Start of Block
// Package plan computes everything a client report shows for one sample —
// the sweeps behind its charts, its operating window, the dose,
// highest-cycles and blend searches, the minerals that matter and the
// findings read from them — and keeps every error. A report only lays a
// plan out.
//
// Import position: cmd → reports → plan → saturation → water.
package plan

import (
	"errors"
	"fmt"
	"math"

	"scalerisk/saturation"
	"scalerisk/uncertainty"
	"scalerisk/water"
)

// Defaults of Settings.
const (
	// DefaultSkinTemperature is the end of the temperature axis, °C: a
	// common tube-wall temperature of a cooling-water heat exchanger
	// (common practice).
	DefaultSkinTemperature = 60.0
	// DefaultMaxCycles is the end of the cycles-of-concentration axis.
	DefaultMaxCycles = 8.0
	// DefaultReagent is the reagent of the dose sweep: sulfuric acid.
	DefaultReagent = "h2so4"
)

// Settings says what a plan computes for every sample. The zero value
// computes the sweeps with the defaults and no search.
type Settings struct {
	// Speciation is the options the assessments were computed with; every
	// sweep and search uses them too.
	Speciation saturation.Options
	// SkinTemperature is the end of the temperature axis, °C (0 means
	// DefaultSkinTemperature). When a sample is already within 5 °C of it,
	// its axis runs 20 °C above the sample temperature instead.
	SkinTemperature float64
	// MaxCycles is the end of the cycles axis and of the highest-cycles
	// search (0 means DefaultMaxCycles).
	MaxCycles float64
	// Reagent is the reagent of the dose sweep and search (the zero value
	// means DefaultReagent); Strength its product strength, percent (0: the
	// table's usual).
	Reagent  water.Reagent
	Strength float64
	// MaxDose is the end of the dose axis, mg/L of product; 0 chooses, per
	// sample, the dose that would remove 80 % of the alkalinity (100 mg/L
	// when that is not defined).
	MaxDose float64
	// Target is the target of the dose search; nil runs none.
	Target *saturation.Target
	// Profile is the limit profile of the highest-cycles search, of the
	// bands and of the operating window; nil runs no search and takes the
	// embedded inhibitor profile for the bands and the window.
	Profile *saturation.LimitProfile
	// CyclesRule is the carbonate rule of every cycles figure (the search,
	// the cycles sweep, the window); nil means the closed system.
	CyclesRule *saturation.CarbonateRule
	// Partner, when set, is blended with every sample at BlendFraction
	// (the sample's share, 0–1 by volume).
	Partner       *water.Analysis
	BlendFraction float64
	// Uncertainty configures the Monte Carlo draws of every sample's
	// analysis (see package uncertainty); Draws 0 computes none.
	Uncertainty uncertainty.Settings
	// Detailed, when set, tells whether a sample may still get a full
	// section of the report; the operating window, which only a section
	// shows, is not computed for a sample it rejects (Window stays nil,
	// with no error). It is called after the sample's Ranking is set, from
	// many workers at once, and must be safe for that; a sample it rejects
	// must never get a section. Nil computes every window.
	Detailed func(p *Sample) bool
}

// Check reports the first setting out of range: SkinTemperature outside
// saturation.MinTemperature–MaxTemperature (0–150 °C), MaxCycles outside 1–50, MaxDose outside 0–100 000 mg/L,
// Strength outside 0–100 %, BlendFraction outside 0–1 with a partner. NaN
// is out of range.
func (s Settings) Check() error {
	switch {
	case !(s.SkinTemperature >= saturation.MinTemperature && s.SkinTemperature <= saturation.MaxTemperature):
		return fmt.Errorf("skin temperature %g °C is outside %d–%d °C", s.SkinTemperature,
			saturation.MinTemperature, saturation.MaxTemperature)
	case s.MaxCycles != 0 && !(s.MaxCycles > 1 && s.MaxCycles <= 50):
		return fmt.Errorf("maximum cycles %g is outside 1–50", s.MaxCycles)
	case !(s.MaxDose >= 0 && s.MaxDose <= 1e5):
		return fmt.Errorf("maximum dose %g mg/L is outside 0–100000 mg/L", s.MaxDose)
	case !(s.Strength >= 0 && s.Strength <= 100):
		return fmt.Errorf("reagent strength %g %% is outside 0–100 %%", s.Strength)
	case s.Partner != nil && !(s.BlendFraction >= 0 && s.BlendFraction <= 1):
		return fmt.Errorf("blend fraction %g: want a share from 0 to 1", s.BlendFraction)
	case s.Uncertainty.Draws != 0:
		return s.Uncertainty.Check()
	}
	return nil
}

// Skin is the end of the temperature axis, °C.
func (s Settings) Skin() float64 {
	if s.SkinTemperature == 0 {
		return DefaultSkinTemperature
	}
	return s.SkinTemperature
}

// Cycles is the end of the cycles axis.
func (s Settings) Cycles() float64 {
	if s.MaxCycles == 0 {
		return DefaultMaxCycles
	}
	return s.MaxCycles
}

// ReagentOrDefault is the reagent of the dose sweep.
func (s Settings) ReagentOrDefault() water.Reagent {
	if s.Reagent.Name != "" {
		return s.Reagent
	}
	r, err := water.LookupReagent(DefaultReagent)
	if err != nil {
		panic("plan: the reagent table has no " + DefaultReagent + ": " + err.Error())
	}
	return r
}

// StrengthOrUsual is the product strength of the dose, percent.
func (s Settings) StrengthOrUsual() float64 {
	if s.Strength == 0 {
		return s.ReagentOrDefault().Strength
	}
	return s.Strength
}

// Rule is the carbonate rule of the cycles figures: CyclesRule, or the
// closed system.
func (s Settings) Rule() saturation.CarbonateRule {
	if s.CyclesRule != nil {
		return *s.CyclesRule
	}
	r, _ := saturation.ParseCarbonateRule("closed")
	return r
}

// LimitProfile is the profile of the bands and the window: Profile, or the
// embedded inhibitor profile.
func (s Settings) LimitProfile() saturation.LimitProfile {
	if s.Profile != nil {
		return *s.Profile
	}
	p, _ := saturation.LimitProfileNamed("inhibitor")
	return p
}

// Sample is the plan of one sample: its assessment and everything computed
// from it. A part that could not be computed is empty (nil or zero) and
// its error is in Errors.
type Sample struct {
	saturation.Assessment
	// Ranking lists the scale formers of the sample at or above near
	// equilibrium, the most at risk first, under the settings' profile
	// (saturation.Rank); the first is the limiting mineral.
	Ranking []saturation.Ranked
	// Minerals are the minerals the charts show, in the fixed order of
	// ChartOrder (see Minerals).
	Minerals []string
	// Temperature, Cycles and Dose are the sweeps behind the charts.
	Temperature, Cycles, Dose Sweep
	// Window is the operating window over temperature and cycles.
	Window *Window
	// DoseAnswer is the dose to the settings' target; CyclesAnswer the
	// highest cycles under the profile; Blends the blends with the partner.
	DoseAnswer   *saturation.DoseResult
	CyclesAnswer *saturation.CyclesResult
	// MarginAnswer replaces CyclesAnswer for a recirculating or blowdown
	// sample: how far it is from its limits (its role changes the
	// question, not the chemistry).
	MarginAnswer *saturation.MarginResult
	Blends       []Blend
	// Passes are the minerals that go past their limit along the
	// temperature, cycles and dose sweeps, and where.
	Passes []Pass
	// Uncertainty is the Monte Carlo part (nil without draws).
	Uncertainty *Uncertainty
	// Errors are the parts that could not be computed, in the order of the
	// steps.
	Errors []Error
}

// Error is a part of a plan that could not be computed.
type Error struct {
	Part string // the step: "temperature sweep", "dose search", "blend", …
	Err  error
}

func (e Error) Error() string { return e.Part + ": " + e.Err.Error() }
func (e Error) Unwrap() error { return e.Err }

// PartErr returns the error of part, or nil.
func (p *Sample) PartErr(part string) error {
	for _, e := range p.Errors {
		if e.Part == part {
			return e
		}
	}
	return nil
}

// Blend is a blend of the sample with the partner water.
type Blend struct {
	Partner  string  // name of the other water
	Fraction float64 // share of the sample, 0–1 by volume
	Result   *saturation.Result
	// Judged is the blend judged against the settings' limit profile at
	// the bulk and at the skin, with the safe share of the sample
	// (saturation.JudgeBlend); nil when the step "blend limits" failed.
	Judged *saturation.BlendResult
}

// A step computes one part of a plan into p and returns its error; an
// error is kept under the step's name and never stops the other steps.
type step struct {
	name string
	run  func(p *Sample, s Settings) error
}

// steps are the parts of a plan in the order they are computed. A new part
// is one field of Sample and one entry here (see /work/notes/plan-api.md).
var steps = []step{
	{"dose search", doseStep},
	{"highest-cycles search", cyclesStep},
	{"uncertainty", uncertaintyStep},
	{"blend", blendStep},
	{"blend limits", blendLimitsStep},
	{"temperature sweep", temperatureStep},
	{"cycles sweep", cyclesSweepStep},
	{"dose sweep", doseSweepStep},
	{"operating window", windowStep},
	{"minerals", mineralsStep},
	{"findings", passesStep},
}

// ErrNotComputed marks a sample whose equilibrium was not computed: its
// plan has the assessment only.
var ErrNotComputed = errors.New("the equilibrium of the sample was not computed")

// Compute computes the plan of one assessed sample under s. It is safe for
// concurrent use on different samples. A sample without a result gets a
// plan with its assessment only (and ErrNotComputed in Errors when its
// input was good).
func Compute(a saturation.Assessment, s Settings) *Sample {
	p := &Sample{Assessment: a}
	if a.Result == nil {
		if !a.BadInput {
			p.Errors = append(p.Errors, Error{"equilibrium", ErrNotComputed})
		}
		return p
	}
	prof := s.LimitProfile()
	p.Ranking = saturation.Rank(a.Result, &prof)
	for _, st := range steps {
		if err := st.run(p, s); err != nil {
			p.Errors = append(p.Errors, Error{st.name, err})
		}
	}
	return p
}

func doseStep(p *Sample, s Settings) error {
	if s.Target == nil {
		return nil
	}
	d, err := saturation.DoseToTarget(p.Input, s.ReagentOrDefault(), s.Strength, *s.Target, s.Speciation)
	p.DoseAnswer = d
	return err
}

func cyclesStep(p *Sample, s Settings) error {
	if s.Profile == nil {
		return nil
	}
	if p.Input.Role.Circulating() {
		m, err := saturation.Margin(p.Input, *s.Profile, s.Rule(), s.Cycles(), math.NaN(), s.Speciation)
		p.MarginAnswer = m
		return err
	}
	c, err := saturation.MaxCycles(p.Input, *s.Profile, s.Rule(), s.Cycles(), 0, s.Speciation)
	p.CyclesAnswer = c
	return err
}

func blendStep(p *Sample, s Settings) error {
	if s.Partner == nil {
		return nil
	}
	b := Blend{Partner: s.Partner.Name, Fraction: s.BlendFraction}
	w, err := saturation.BlendWaters([]water.Analysis{p.Input, *s.Partner}, []float64{s.BlendFraction, 1 - s.BlendFraction}, s.Speciation)
	if err == nil {
		b.Result, err = saturation.Speciate(w, s.Speciation)
	}
	if err != nil {
		return fmt.Errorf("with %s at %g %%: %w", s.Partner.Name, 100*s.BlendFraction, err)
	}
	p.Blends = append(p.Blends, b)
	return nil
}

// blendLimitsStep judges each blend against the limit profile at the bulk
// and at the skin temperature (Speciation.Skin), the stricter governing,
// and searches the safe share of the sample.
func blendLimitsStep(p *Sample, s Settings) error {
	for i := range p.Blends {
		b := &p.Blends[i]
		j, err := saturation.JudgeBlend(p.Input, *s.Partner, b.Fraction, s.LimitProfile(), s.Speciation)
		if err != nil {
			return fmt.Errorf("with %s at %g %%: %w", b.Partner, 100*b.Fraction, err)
		}
		b.Judged = j
	}
	return nil
}

// finite reports whether x is neither NaN nor infinite.
func finite(x float64) bool { return !math.IsNaN(x) && !math.IsInf(x, 0) }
End of Block
Once the lines of the entries containing the word "share" have been counted, report the number alone.

5